"""What is to be cut for a sprocket: its outline, its bore, and what to say beside it."""

from __future__ import annotations

import math
from typing import NamedTuple

from chainsim.errors import CallError
from chainsim.model.tooth import ToothForm
from chainsim.model.wheels import teeth_of
from chainsim.scenario import Scenario
from chainsim.units import format_si


class Blank(NamedTuple):
    """A sprocket to be cut.

    Attributes
    ----------
    name : str
        Name of the sprocket.
    tooth : ToothForm
        Its outline.
    bore : float
        Diameter of the hole for the axle [m].
    notes : tuple of str
        Lines that go with the drawing.
    """

    name: str
    tooth: ToothForm
    bore: float
    notes: tuple[str, ...]


def blank_of(scenario: Scenario, sprocket: str, kerf: float = 0.0) -> Blank:
    """Gather what is to be cut.

    Parameters
    ----------
    scenario : Scenario
        The lift.
    sprocket : str
        Name of the sprocket.
    kerf : float
        Width of the cut [m], stated in the notes.

    Returns
    -------
    Blank
        Outline, bore and notes.

    Raises
    ------
    CallError
        If there is no such sprocket, or it has no teeth, or the bore leaves no rim.
    """
    names = [item.name for item in scenario.sprocket]
    if sprocket not in names:
        raise CallError(f"no sprocket is called {sprocket!r}; there are {', '.join(names)}")
    part = scenario.sprocket[names.index(sprocket)]
    tooth = teeth_of(scenario)[names.index(sprocket)]
    if tooth is None:
        raise CallError(f"sprocket {sprocket!r} is a smooth roller: it has no outline to cut")
    root = tooth.pitch_radius - tooth.roller_radius
    if part.axle_diameter >= 2.0 * root:
        raise CallError(
            f"sprocket {sprocket!r}: a bore of {format_si(part.axle_diameter, 'length')} leaves "
            f"nothing inside seats {format_si(2.0 * root, 'length')} across"
        )
    return Blank(sprocket, tooth, part.axle_diameter, _notes(scenario, part, tooth, kerf))


def _notes(scenario: Scenario, part, tooth: ToothForm, kerf: float) -> tuple[str, ...]:
    pitch = part.pitch or scenario.chain.pitch
    cut: tuple[str, ...] = (
        f"kerf {1e3 * kerf:.2f} mm is not allowed for: set the machine to cut",
        f"{5e2 * kerf:.3f} mm outside the outline and inside the bore",
    )
    if kerf <= 0.0:
        cut = ("kerf is not allowed for: set it at the machine",)
    return (
        f"{part.name}: {tooth.teeth} teeth, pitch {1e3 * pitch:.3f} mm, "
        f"rollers {2e3 * tooth.roller_radius:.2f} mm",
        f"pitch circle {2e3 * tooth.pitch_radius:.3f} mm, over the tips "
        f"{2e3 * tooth.outer_radius:.3f} mm, at the seats "
        f"{2e3 * (tooth.pitch_radius - tooth.roller_radius):.3f} mm, "
        f"bore {1e3 * part.axle_diameter:.2f} mm",
        f"seat radius {1e3 * (tooth.roller_radius + tooth.seat_clearance):.3f} mm, tip radius "
        f"{1e3 * tooth.corner_radius:.3f} mm, pressure angle "
        f"{math.degrees(tooth.pressure_angle):.1f}°",
        *cut,
        "the square is 10 mm: measure it before cutting",
    )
#####
Extract from the records above the lines from the one containing "from chainsim.model.wheels import teeth_of" to the one containing "root = tooth.pitch_radius", both lines included, exactly as they appear and with nothing else.

from chainsim.model.wheels import teeth_of
from chainsim.scenario import Scenario
from chainsim.units import format_si


class Blank(NamedTuple):
    """A sprocket to be cut.

    Attributes
    ----------
    name : str
        Name of the sprocket.
    tooth : ToothForm
        Its outline.
    bore : float
        Diameter of the hole for the axle [m].
    notes : tuple of str
        Lines that go with the drawing.
    """

    name: str
    tooth: ToothForm
    bore: float
    notes: tuple[str, ...]


def blank_of(scenario: Scenario, sprocket: str, kerf: float = 0.0) -> Blank:
    """Gather what is to be cut.

    Parameters
    ----------
    scenario : Scenario
        The lift.
    sprocket : str
        Name of the sprocket.
    kerf : float
        Width of the cut [m], stated in the notes.

    Returns
    -------
    Blank
        Outline, bore and notes.

    Raises
    ------
    CallError
        If there is no such sprocket, or it has no teeth, or the bore leaves no rim.
    """
    names = [item.name for item in scenario.sprocket]
    if sprocket not in names:
        raise CallError(f"no sprocket is called {sprocket!r}; there are {', '.join(names)}")
    part = scenario.sprocket[names.index(sprocket)]
    tooth = teeth_of(scenario)[names.index(sprocket)]
    if tooth is None:
        raise CallError(f"sprocket {sprocket!r} is a smooth roller: it has no outline to cut")
    root = tooth.pitch_radius - tooth.roller_radius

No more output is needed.